Jean-Charles Vegliante

La consegna del riconoscimento alla Carriera avverrà giovedì 7 ottobre 2021 alla Biglioteca San Giorgio di Pistoia (Auditorium Terzani) alle ore 16.30.

Il poeta vive in Francia, a Parigi, ed è uno dei maggiori poeti fra i contemporanei

L’autore leggerà la “Ceppo Piero Bigongiari Lecture 2021” appositamente scritta per l’occasione e pubblicata all’interno del volume Rauco in noi un linguaggio appena edito da Interno Poesia.

L’antologia contiene le ultime poesie di Vegliante, con alcuni importanti inediti, ha la cura e le traduzioni di Mia Lecomte, poeta e traduttrice dal francese, collaboratrice della rivista di poesia comparata “Semicerchio”.

Vegliante e Lecomte leggeranno le poesie e le traduzioni contenute nell’antologia.

Fra gli interventi, quello del professor Stefano Carrai (professore della Scuola Normale Superiore di Pisa) sul rapporto fra Dante e Vegliante.
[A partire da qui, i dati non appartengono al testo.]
"""pyserial ports and URLs as byte wires (``serial_for_url``).

Device paths (``/dev/ttyUSB0``, ``COM3``) are serial ports; URLs pick one of pyserial's handlers:
``socket://host:port`` is a raw TCP connection (an instrument's SCPI socket works as well as a
serial-to-LAN bridge), ``rfc2217://host:port`` a remote serial port, ``loop://`` an echo.

* pyserial's timeout is per read call and ``readline`` returns partial lines: this wire keeps its
  own buffer and enforces one overall deadline per read, reporting what arrived on a timeout.
* A port with a file descriptor (device paths, ``socket://``) is read without blocking once
  ``select`` says data are there, so a long reply arrives in large chunks; other handlers are
  read with a short per-call timeout.
* Device paths open with ``exclusive=True``: two processes on one port both read garbage.
* pyserial and OS errors become :mod:`bench.errors` exceptions here.
"""

from __future__ import annotations

import select
import threading
import time
from typing import Any

from bench.errors import TransportError
from bench.wire import TransportSettings, reply_timeout

__all__ = ["SerialByteTransport", "is_url"]

_POLL_S = 0.05  # longest single wait inside a read; the overall deadline is the caller's
_CHUNK_BYTES = 1 << 16
_URL_SCHEMES = ("socket://", "rfc2217://", "loop://", "spy://", "hwgrep://", "alt://")


def is_url(address: str) -> bool:
    """True for a pyserial URL (``socket://``, ``rfc2217://``, ...), False for a device path."""
    return address.strip().lower().startswith(_URL_SCHEMES)


class SerialByteTransport:
    """A pyserial port as a :class:`~bench.wire.ByteTransport`.

    Parameters
    ----------
    address : str
        Device path or pyserial URL.
    port : serial.SerialBase
        The open port. The constructor does no I/O: use :meth:`open`.
    """

    def __init__(self, address: str, port: Any, fd: int | None = None) -> None:
        self.address = address
        self._port = port
        self._fd = fd  # waited on with select; None: the port's own per-call timeout
        self._buffer = bytearray()
        self._lock = threading.RLock()

    @classmethod
    def open(cls, address: str, settings: TransportSettings) -> SerialByteTransport:
        """Open ``address`` (8N1, no flow control, ``settings.baudrate``)."""
        import serial

        kwargs: dict[str, Any] = dict(baudrate=settings.baudrate, timeout=_POLL_S,
                                      write_timeout=settings.timeout_s)
        if not is_url(address):
            kwargs["exclusive"] = True  # two processes on one port read garbage
        try:
            port = serial.serial_for_url(address, **kwargs)
        except (serial.SerialException, OSError, ValueError) as exc:
            raise TransportError(f"{address}: cannot open: {exc}") from exc
        fd = _descriptor(port)
        if fd is not None:
            port.timeout = 0  # reads take what is there; select does the waiting
        return cls(address, port, fd)

    # ------------------------------------------------------------------ the byte interface
    def write(self, data: bytes, timeout_s: float) -> None:
        """Send all of ``data`` and wait until it has left the buffer."""
        import serial

        with self._lock:
            try:
                if self._port.write_timeout != timeout_s:
                    self._port.write_timeout = timeout_s  # some handlers renegotiate on a change
                self._port.write(data)
                self._port.flush()
            except serial.SerialTimeoutException as exc:
                raise TransportError(f"{self.address}: write not accepted within {timeout_s:g} s") from exc
            except (serial.SerialException, OSError, ValueError) as exc:
                raise TransportError(f"{self.address}: write: connection lost ({exc})") from exc

    def read_until(self, terminator: bytes, timeout_s: float) -> bytes:
        """Bytes up to and including ``terminator`` (which must not be empty)."""
        if not terminator:
            raise TransportError(f"{self.address}: a serial line needs a read terminator")
        deadline = time.monotonic() + timeout_s
        with self._lock:
            while True:
                index = self._buffer.find(terminator)
                if index >= 0:
                    return self._take(index + len(terminator))
                self._receive(deadline, f"no {terminator!r}", timeout_s)

    def read_exact(self, count: int, timeout_s: float) -> bytes:
        """Exactly ``count`` bytes."""
        deadline = time.monotonic() + timeout_s
        with self._lock:
            while len(self._buffer) < count:
                self._receive(deadline, f"not {count} bytes", timeout_s, want=count - len(self._buffer))
            return self._take(count)

    def clear(self) -> None:
        """Forget the buffer and whatever the port holds (best effort)."""
        with self._lock:
            self._buffer.clear()
            try:
                self._port.reset_input_buffer()
            except Exception:  # noqa: BLE001 - best effort; a reconnect handles the rest
                pass

    def close(self) -> None:
        """Close the port (never raises)."""
        # pyserial's socket:// handler skips closing its socket when shutdown() fails, which it
        # does on a connection the peer reset: close that socket ourselves
        sock = getattr(self._port, "_socket", None)
        with self._lock:
            try:
                self._port.close()
            except Exception:  # noqa: BLE001 - closing a dead port must not raise
                pass
            if sock is not None:
                sock.close()

    # ------------------------------------------------------------------ helpers
    def _take(self, count: int) -> bytes:
        out = bytes(self._buffer[:count])
        del self._buffer[:count]
        return out

    def _receive(self, deadline: float, what: str, timeout_s: float, want: int | None = None) -> None:
        """Add what arrives within one poll (at most until ``deadline``) to the buffer.

        ``want`` is how many bytes the caller still needs, when it knows.
        """
        import serial

        remaining_s = deadline - time.monotonic()
        if remaining_s <= 0:
            raise reply_timeout(self.address, what, timeout_s, bytes(self._buffer))
        try:
            if self._fd is None:
                chunk = self._port.read(want if want else max(1, self._port.in_waiting))
            elif select.select([self._fd], [], [], min(remaining_s, _POLL_S))[0]:
                chunk = self._port.read(want if want else _CHUNK_BYTES)
            else:
                chunk = b""
        except (serial.SerialException, OSError, ValueError) as exc:
            raise TransportError(f"{self.address}: read: connection lost ({exc})") from exc
        self._buffer.extend(chunk)


def _descriptor(port: Any) -> int | None:
    """The port's file descriptor for ``select`` (pyserial offers one for ports and sockets)."""
    try:
        fd = port.fileno()
    except (AttributeError, NotImplementedError, OSError, ValueError):
        return None
    return fd if isinstance(fd, int) and fd >= 0 else None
Alla manifestazione saranno presenti gli studenti del Liceo Linguistico “Filippo Pacini” guidati da Cecilia Ballotti che interverranno con domande e commenti: le migliori saranno premiate con buoni libri offerti dalla Fondazione Caript da spendere alla Libreria Lo Spazio di Pistoia per il Premio Ceppo Giovani.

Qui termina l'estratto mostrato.